それならオレはオレの役割に徹するのが最良か。非情だなんだとどこかから言われそうだが、オレもお人好しなわけではないし、正直後輩の問題に関わってる余裕もない。せいぜい今やってる漫画のアシスタントで仲違いを解消してやるくらいが関の山か。

それらのことをわずかな沈黙の中で思考したオレは、ずっと通話中だった幸帆の返事を確認する声で現実に戻ってきて、情報提供に礼を言ってから通話を切り、いつの間にか止まっていた足と時間を確認して夾竹桃のパシリがギリギリになりそうなのを逆算し急いで買う物を買って女子寮へと戻っていったのだった。

それからの数時間。陽が沈むまで部屋に監禁を食らってひたすらに背景やらベタやらトーンやらとやらされまくって、無駄に背景のクオリティを高くしてしまって絵との調和をどうたらと注意されたり、書き直しを要求されたりで夾竹桃の漫画との質の調整に四苦八苦させられて、その調整が一段落したところでようやく解放。明日も日中の午後に来るよう言われて帰宅したオレは、慣れないことをしたせいでそれ以降の行動力と思考力を奪われてしまい、下の階にかなめがいることをそれとなく確認してからその日は就寝。
翌日の日曜日も約束通り夾竹桃にこき使われて貴重な調査時間を削られてしまい、ほとんどかなめについての進展はないまま週明けを迎えたが、漫画の方はちょっと頑張ったので今描いた分の仕上げは終わらせて、夾竹桃の原稿待ちにまでしてやったのと、残りも半分を切ったこともあり拘束時間もだいぶ少なくなりそうでひと安心。あと1日2時間程度頑張れば4日ほどで完成が見えてくると思われる。

そんな散々と言っていい休日明けの月曜日。今日は武偵病院で強化合宿中のアリア達のところへそろそろ顔を出しに行かないと怒られそうなので、放課後に夾竹桃のところへ行く前に報告しに行くことにしていた。

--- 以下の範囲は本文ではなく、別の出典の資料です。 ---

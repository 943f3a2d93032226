import type { AlignedPart } from '../shared/align-stimulus.js';

/** Parts that make one segment of the record: one alone, or the two turns of a separation. */
export type PartGroup = readonly [AlignedPart, ...AlignedPart[]];

export function groupParts(parts: readonly AlignedPart[]): PartGroup[] {
  const groups: PartGroup[] = [];
  for (const part of parts) {
    const last = groups.at(-1);
    const joins = last !== undefined && part.measure === 'separation' && last[0].measure === 'separation';
    if (joins) groups[groups.length - 1] = [...last, part];
    else groups.push([part]);
  }
  return groups;
}
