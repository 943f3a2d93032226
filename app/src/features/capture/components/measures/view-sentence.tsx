import type { ReactNode } from 'react';
import { Sentence } from '@/components/sentence/slot';

/** What of a measure is shown, and against what: read as a sentence, changed by its words. */
export function ViewSentence({ children }: { children: ReactNode }) {
  return (
    <div className="bl-view-sentence">
      <Sentence>{children}</Sentence>
    </div>
  );
}
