import { describe, expect, it } from 'vitest';
import type { PracticeStage } from '../../practice/device.js';
import { pass } from '../../practice/testing/pass.js';
import type { BenchRecord, RecordBody } from '../../record/record.js';
import { createStimulus } from '../../stimulus/create-stimulus.js';
import type { StimulusOptions } from '../../stimulus/stimulus-options.js';
import { recognise } from '../recognise.js';
import { openMemorySource } from '../../source/open-memory-source.js';
import { getMeasure } from '../registry.js';
import { analyseSamples, numberOf } from '../testing/analyse-samples.js';

// Expected values are what the practice device was told to do: its stages are the truth.

const RATE_HZ = 48_000;
const noise: PracticeStage = { kind: 'noise', channel: 'both', levelDbfs: -100 };
const gain = (gainDb: number): PracticeStage => ({ kind: 'gain', channel: 'both', gainDb });
const clock = (ppm: number): PracticeStage => ({ kind: 'clock', channel: 'both', ppm });
const lead: PracticeStage = { kind: 'lead', channel: 'both', seconds: 0.7 };

async function play(stages: readonly PracticeStage[], options: Partial<StimulusOptions> = {}) {
  const { source, describe: describeFile } = createStimulus('programme', {
    sampleRateHz: RATE_HZ,
    bitsPerSample: 24,
    isQuick: true,
    ...options,
  });
  const channels = pass(await source.read(0, source.frameCount), RATE_HZ, stages);
  return { channels, descriptor: describeFile('') };
}

const measureAll = (channels: readonly Float64Array[], options = {}): Promise<BenchRecord> =>
  analyseSamples(getMeasure('programme'), channels, RATE_HZ, { bits: 24, ...options });

function segment(record: BenchRecord, measure: string): RecordBody {
  const found = record.segments.find((entry) => entry.measure === measure);
  if (found === undefined) throw new Error(`no segment ${measure}`);
  return found;
}

const codes = (record: BenchRecord): string[] => record.warnings.map(({ code }) => code);

describe('a programme', () => {
  it('is found by its marks alone, cut up and measured, with clock, delay and the unit’s full scale', async () => {
    const { channels } = await play([gain(-4), clock(120), lead, noise]);
    await expect(recognise(openMemorySource(channels, RATE_HZ))).resolves.toMatchObject({
      measure: 'programme',
      stimulusName: 'programme',
    });
    const record = await measureAll(channels);
    // Marks tell the clock to 1 ppm by contract; they do better.
    expect(Math.abs(Number(record.between.figures['clockOffsetPpm']) - 120)).toBeLessThan(0.3);
    expect(record.stimulus?.delayS).toBeCloseTo(0.7, 3);
    const [left] = segment(record, 'tone').channels;
    expect(numberOf(left, 'fundamentalLevelDbfs')).toBeCloseTo(-5, 2);
    // -100 dBFS over 24 kHz is 0.80 dB less in 19,980 Hz (powers in proportion to the band); 1.9 s know it to 0.1 dB.
    expect(Math.abs(numberOf(left, 'noiseDbfs') + 100.8)).toBeLessThan(0.15);
    expect(Math.abs(numberOf(segment(record, 'idle').channels[0], 'noiseDbfs') + 100.8)).toBeLessThan(0.15);
    // The tone at -60 lies at -64 in the recording: -4 dB for 0 dBFS.
    expect(record.reference.unitFullScaleDbfs).toBeCloseTo(-4, 1);
    expect(segment(record, 'tone').reference.unitFullScaleDbfs).toBeCloseTo(-4, 1);
  });

  it('keeps each part to its own place in the recording', async () => {
    const { channels, descriptor } = await play([clock(-80), lead, noise]);
    const record = await measureAll(channels);
    for (const { measure, settings } of record.segments) {
      const parts = descriptor.parts.filter((part) => part.measure === measure);
      const fromS = 0.7 + Math.min(...parts.map((part) => part.fromS));
      const toS = 0.7 + Math.max(...parts.map((part) => part.toS));
      // 80 ppm over half a minute are 2 ms; a sweep is read with the silence of 0.2 s before it.
      expect(settings.fromS).toBeGreaterThan(fromS - 0.21);
      expect(settings.toS).toBeLessThan(toS + 0.7);
    }
  });

  it('tells which part is missing when the recorder stopped early, and measures the rest', async () => {
    const { channels, descriptor } = await play([lead, noise]);
    const idle = descriptor.parts.find(({ measure }) => measure === 'idle')!;
    const end = Math.round((0.7 + idle.toS + 0.1) * RATE_HZ);
    const record = await measureAll(channels.map((samples) => samples.slice(0, end)));
    expect(record.segments.map(({ measure }) => measure)).toEqual(['tone', 'dynamic-range', 'idle']);
    const missing = record.warnings.filter(({ code }) => code === 'segment-missing');
    expect(missing.map(({ message }) => /"([^"]+)"/.exec(message)?.[1])).toEqual([
      'level-steps',
      'sweep',
      'separation',
      'modulation-pair',
      'difference-pair',
      'jitter-test',
    ]);
  });

  it('finds its parts from the end pair when the recorder started late', async () => {
    const { channels, descriptor } = await play([gain(-3), noise]);
    const tone = descriptor.parts.find(({ measure }) => measure === 'tone')!;
    const from = Math.round((tone.fromS + 0.4) * RATE_HZ);
    const record = await measureAll(channels.map((samples) => samples.slice(from)));
    expect(record.stimulus?.delayS).toBeCloseTo(-from / RATE_HZ, 2);
    expect(numberOf(segment(record, 'tone').channels[0], 'fundamentalLevelDbfs')).toBeCloseTo(-4, 2);
    expect(numberOf(segment(record, 'dynamic-range').channels[0], 'dynamicRangeDb')).toBeGreaterThan(90);
    expect(codes(record)).toContain('segment-cut');
  });

  it('follows its parts over a break where samples were lost, and says so', async () => {
    const { channels, descriptor } = await play([lead, noise]);
    const idle = descriptor.parts.find(({ measure }) => measure === 'idle')!;
    const at = Math.round((0.7 + idle.fromS + 0.5) * RATE_HZ);
    const lost = 1024;
    const broken = channels.map((samples) =>
      Float64Array.from([...samples.subarray(0, at), ...samples.subarray(at + lost)]),
    );
    const record = await measureAll(broken);
    expect(codes(record)).toContain('timeline-broken');
    // The tone's clock counts: nothing was the matter with it.
    expect(Math.abs(Number(record.between.figures['clockOffsetPpm']))).toBeLessThan(1);
    const steps = descriptor.parts.find(({ measure }) => measure === 'level-steps')!;
    const segments = record.segments.find(({ measure }) => measure === 'level-steps');
    if (segments) expect(segments.settings.fromS).toBeLessThan(0.7 + steps.fromS);
  });

  it('is not found where there are no marks', async () => {
    const { channels } = await play([noise], { isBare: true });
    await expect(measureAll(channels)).rejects.toMatchObject({ code: 'NOT_RECOGNISED' });
  });

  it('is measured whole or not at all', async () => {
    const { channels } = await play([noise]);
    await expect(measureAll(channels, { fromS: 3, toS: 9 })).rejects.toMatchObject({ code: 'BAD_ARGUMENT' });
  });

  it('gives the same record when its own settings are asked for again', async () => {
    const { channels } = await play([lead, noise]);
    const record = await measureAll(channels);
    const { fromS, toS } = record.settings;
    const again = await measureAll(channels, { fromS, toS });
    expect(JSON.stringify(again)).toBe(JSON.stringify(record));
  });
});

その報告を少しでも有益なものにするために朝から付かず離れずの距離でかなめをマークしていたが、これといった変化もなくいつもの取り巻き女子と表面上楽しそうにしているだけ。孤立した間宮に対して何らかのアクションがあるかと思ったが、事を急ぐつもりもないのか。
そう思っていた中で訪れた昼休み。いつも通り取り巻きと昼食でも食べるのかと予想していたら、その取り巻きに何か謝るような素振りをしつつそそくさと移動を始めてしまい、ちょっと離れた位置にいてどうしても目を離すタイミングができてしまうオレは、その移動先をギリギリまで見てからある程度予測して移動を開始。幸いにも階段を登っていったので一般教科の校舎からは出ないはずで、ちょっと面白いことに校舎外の壁にあの布状兵器が張り付いていて、かなめの移動に合わせて屋上の方へとスルスルと移動していたのだ。
なのでとりあえず屋上目指して移動して、その扉の前で止まってわずかに開けて外の様子をうかがう。するとそこにはかなめの他にあの間宮の姿が。


「友達になろうって、どういうこと……?」


視線などに鋭敏そうなかなめを警戒してすぐに視線を外して壁を背に聞き耳だけ立てていると、何やらオレが来るより前にかなめが間宮に友達になろうみたいな発言をしたみたいだな。しかし友達ねぇ……かなめの言う友達は現状であの有り様だからな。オレや間宮の思うそれとは全く違いそうだ。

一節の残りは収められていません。